Best of luck with this. Exciting stuff!

------
desdiv
Very, very cool. Section 7 of the manual[0] gives some hints on how this black
magic works:

> 7\. Workload Requirements

> To obtain benefit from the current version of Dynimizer, all of the
> following workload conditions must be met:

> A small number of CPU intensive processes - On a given OS host where the
> workload is running, the workload must be comprised of one or a few CPU
> intensive processes. Optimizing a large number of processes at once is not
> recommended.

> Long running programs - The processes being optimized have long lifetimes,
> and their workloads are long running in order to amortize the warmup time
> associated with optimization.

> x86-64 - Optimized processes must be 64-bit, derived from x86-64 executables
> and shared libraries, which must comply with the x86-64 ABI and ELF-64
> formats.
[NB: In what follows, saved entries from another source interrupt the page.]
def log10_D_molar(chem: CoreChemistry, P: Any, T: Any, dIW: Any, x_light: Any,
                  xp: Any = np) -> Any:
    """Molar metal/silicate D of every element, shape (..., n).

    ``log10 D = a + b/T + c P/T - (n/4) dIW - u (log10 gamma_i - (n/2) log10 gamma_Fe)``
    for exchange rows (u = 1 where the epsilon term applies), ``-dIW/2`` for iron; other
    rows return 0 (their mass D is not molar; see :func:`mass_D`).
    """
    P = xp.asarray(P)[..., None]
    T_ = xp.asarray(T)
    dIW = xp.asarray(dIW)[..., None]
    ln_g, ln_g_fe = ln_gamma(x_light, T_, chem, xp)
    act = (ln_g - 0.5 * chem.valence * ln_g_fe[..., None]) / _LN10
    logK = log10_exchange(chem.a, chem.b, chem.c, P, T_[..., None], xp)
    logD = logK - 0.25 * chem.valence * dIW - chem.use_gamma * act
    is_ex = chem.kind == 1
    is_fe = chem.kind == 3
    return xp.where(is_ex, logD, xp.where(is_fe, -0.5 * dIW, 0.0 * logD))


def molar_to_mass(D_mol: Any, Mbar_sil: Any, Mbar_met: Any) -> Any:
    """Mass D from molar D: ``D_mol * Mbar_sil / Mbar_met``.

    c_met = x_met M_i / Mbar_met and c_sil = x_sil M_i / Mbar_sil (single-cation oxide
    basis), so the element's own molar mass cancels.
    """
    return D_mol * Mbar_sil / Mbar_met


def mass_to_molar(D_mass: Any, Mbar_sil: Any, Mbar_met: Any) -> Any:
    """Molar D from mass D (inverse of :func:`molar_to_mass`)."""
    return D_mass * Mbar_met / Mbar_sil


def mass_D(chem: CoreChemistry, P: Any, T: Any, dIW: Any, state: Any, xp: Any = np) -> Any:
    """Mass-basis D of every element (..., n) at the state's metal composition."""
    Mbar_sil, Mbar_met = state[..., 1:2], state[..., 2:3]
    logD = log10_D_molar(chem, P, T, dIW, state[..., 3:5], xp)
    molar = molar_to_mass(10.0 ** logD, Mbar_sil, Mbar_met)
    const = 10.0 ** (chem.a * (chem.kind == 2))
    return xp.where((chem.kind == 1) | (chem.kind == 3), molar,
                    xp.where(chem.kind == 2, const, chem.D_fixed + 0.0 * molar))


def oxygen_in_metal(chem: CoreChemistry, P: Any, T: Any, dIW: Any, x_light: Any = None,
                    xp: Any = np) -> Any:
    """Mole fraction of O in the metal, ``x_O = K_O 10^(dIW/2)``, capped at 0.5.

    ``K_O = x_Fe x_O / x_FeO`` (FeO (sil) = Fe (met) + O (met)); with
    ``x_FeO / x_Fe = 10^(dIW/2)``. With the epsilon activity model, divided by gamma_Fe
    of the metal of composition ``x_light`` (..., 2) (gamma_O = 1: no O parameters).
    Zero when the chemistry has no oxygen fit.
    """
    if chem.oxygen is None:
        return 0.0 * xp.asarray(dIW)
    a, b, c = chem.oxygen
    log_x = log10_exchange(a, b, c, P, T, xp) + 0.5 * xp.asarray(dIW)
    if x_light is not None:
        _, ln_g_fe = ln_gamma(x_light, xp.asarray(T), chem, xp)
        log_x = log_x - chem.oxygen_gamma * ln_g_fe / _LN10
    return xp.minimum(10.0 ** log_x, 0.5)


def peridotite_liquidus(P: Any, xp: Any = np) -> Any:
    """Peridotite liquidus [K] at P [GPa]: ``1940 (P/29 + 1)^(1/1.9)``.

    Fiquet et al. (2010, Science 329, 1516), a Simon-Glatzel fit to 140 GPa (recalled;
    the same form stands in a public typed copy, see the source key ``fiquet2010``).
    """
    return 1940.0 * (xp.asarray(P) / 29.0 + 1.0) ** (1.0 / 1.9)


def cmb_pressure(mass_fraction: Any, P_final: float, xp: Any = np) -> Any:
    """Core-mantle-boundary pressure of a body grown to ``mass_fraction`` of its final
    mass: ``P_final * f^(2/3)``.

    A body of fixed mean density has R proportional to M^(1/3) and internal pressures
    proportional to G M^2 / R^4, i.e. to M^(2/3) (the uniform sphere's centre pressure
    3 G M^2 / (8 pi R^4)).
    """
    return P_final * xp.asarray(mass_fraction) ** (2.0 / 3.0)


# ---------------------------------------------------------------- the core split

def initial_state(a: Any, xp: Any = np) -> Any:
    """Start of the iteration for bulk ``a`` (..., n): k = 0.5, Mbar_sil = 50 g/mol,
    Mbar_met = 55 g/mol, no Si or S in the metal (shape (..., 5))."""
    one = xp.ones(xp.asarray(a).shape[:-1])
    return xp.stack([0.5 * one, 50.0 * one, 55.0 * one, 0.0 * one, 0.0 * one], axis=-1)


def _balance(state: Any, a: Any, P: Any, T: Any, dIW: Any, chem: CoreChemistry,
             xp: Any) -> dict[str, Any]:
    D = mass_D(chem, P, T, dIW, state, xp)
    k = state[..., 0:1]
    m = a / (1.0 + D * k)
    core = a - m
    aw = chem.atomic_weight
    M_s = xp.sum(m * chem.oxide_factor, axis=-1)
    n_sil = xp.sum(m / aw, axis=-1)
    n_met0 = xp.sum(core / aw, axis=-1)
    x_O = oxygen_in_metal(chem, P, T, dIW, state[..., 3:5], xp)
    n_O = x_O / (1.0 - x_O) * n_met0
    M_c = xp.sum(core, axis=-1) + n_O * M_O
    n_met = n_met0 + n_O
    si = xp.sum(core * chem.one_hot(chem.si), axis=-1) / aw[max(chem.si, 0)]
    s = xp.sum(core * chem.one_hot(chem.s), axis=-1) / aw[max(chem.s, 0)]
    return {"D": D, "mantle": m, "core": core, "M_s": M_s, "M_c": M_c, "n_sil": n_sil,
            "n_met": n_met, "n_O": n_O, "x_O": x_O, "x_Si": si / n_met, "x_S": s / n_met}


def split_step(state: Any, a: Any, P: Any, T: Any, dIW: Any, chem: CoreChemistry,
               xp: Any = np) -> Any:
    """One step G of the core fixed point.

    Parameters
    ----------
    state : array (..., 5)
        ``[k, Mbar_sil, Mbar_met, x_Si, x_S]`` (:data:`STATE_FIELDS`).
    a : array (..., n)
        Bulk element masses per unit mass of the reference element (as
        :func:`inversion.model._core_split`).
    P, T, dIW : arrays (...)
        Equilibration pressure [GPa], temperature [K] and dIW.

    Returns
    -------
    array (..., 5)
        The state implied by the mass balance ``m_i = a_i / (1 + D_i k)`` at the
        partition coefficients of ``state``: ``k = M_c / M_s`` (mantle as oxides, core as
        metal with dissolved O), the new mean molar masses and metal Si, S fractions.
    """
    r = _balance(state, a, P, T, dIW, chem, xp)
    return xp.stack([r["M_c"] / r["M_s"], r["M_s"] / r["n_sil"], r["M_c"] / r["n_met"],
                     r["x_Si"], r["x_S"]], axis=-1)


def split_outputs(state: Any, a: Any, P: Any, T: Any, dIW: Any, chem: CoreChemistry,
                  xp: Any = np) -> dict[str, Any]:
    """Mantle, core and their properties at a (converged) state.

    Returns
    -------
    dict
        ``mantle``, ``core`` (..., n) element masses per unit R; ``core_O`` (...) mass of
        dissolved O per unit R; ``M_s`` (mantle as oxides), ``M_c`` (metal with O),
        ``cmf``; ``core_wt`` (..., n) and ``core_O_wt`` mass fractions of the core;
        ``D`` (..., n) mass D; ``x_O``, ``x_Si``, ``x_S`` metal mole fractions;
        ``mantle_FeO_wt`` (...) FeO mass fraction of the mantle; ``state``.
    """
    r = _balance(state, a, P, T, dIW, chem, xp)
    M_c, M_s = r["M_c"], r["M_s"]
    fe = chem.one_hot(chem.fe)
    feo = xp.sum(r["mantle"] * fe, axis=-1) * chem.oxide_factor[chem.fe] / M_s
    return {"mantle": r["mantle"], "core": r["core"], "core_O": r["n_O"] * M_O,
            "M_s": M_s, "M_c": M_c, "cmf": M_c / (M_c + M_s),
            "core_wt": r["core"] / M_c[..., None], "core_O_wt": r["n_O"] * M_O / M_c,
            "D": r["D"], "x_O": r["x_O"], "x_Si": r["x_Si"], "x_S": r["x_S"],
            "mantle_FeO_wt": feo, "state": state}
Most statically compiled applications on Linux meet this
> requirement.

> Dynamically Linked - Target processes must be dynamically linked to its
> shared libraries. Statically linked processes are not yet supported. Most
> Linux programs are dynamically linked.

> No self modifying code - The target application must not be running its own
> Just-In-Time compiler such as those found in Java virtual machines. This
> therefore excludes Java Applications.

> Front-end CPU stalls - The workload wastes a lot of time in CPU instruction
> cache misses, instruction TLB misses, and to a lesser extent branch
> mispredictions.

> User mode execution - Much of that wasted time is spent in user mode
> execution (as opposed to kernel mode), as Dynimizer only optimizes user mode
> machine code.

> Because of these requirements, Dynimizer takes a whitelist approach when
> determining if programs are allowed to be optimized, with MySQL and its
> variants being the currently supported optimization targets on that list for
> this early beta release. Other programs are not currently supported, and
> while they can be used with Dynimizer, they should be very thoroughly tested
> by the user or system administrator before being deployed in a production
> environment.

> Future versions of Dynimizer may eliminate many of these workload
> requirements, broadening the variety of applicable scenarios as well as
> further increasing the performance delivered in previously beneficial cases.

[0] [https://dynimize.com/manual](https://dynimize.com/manual)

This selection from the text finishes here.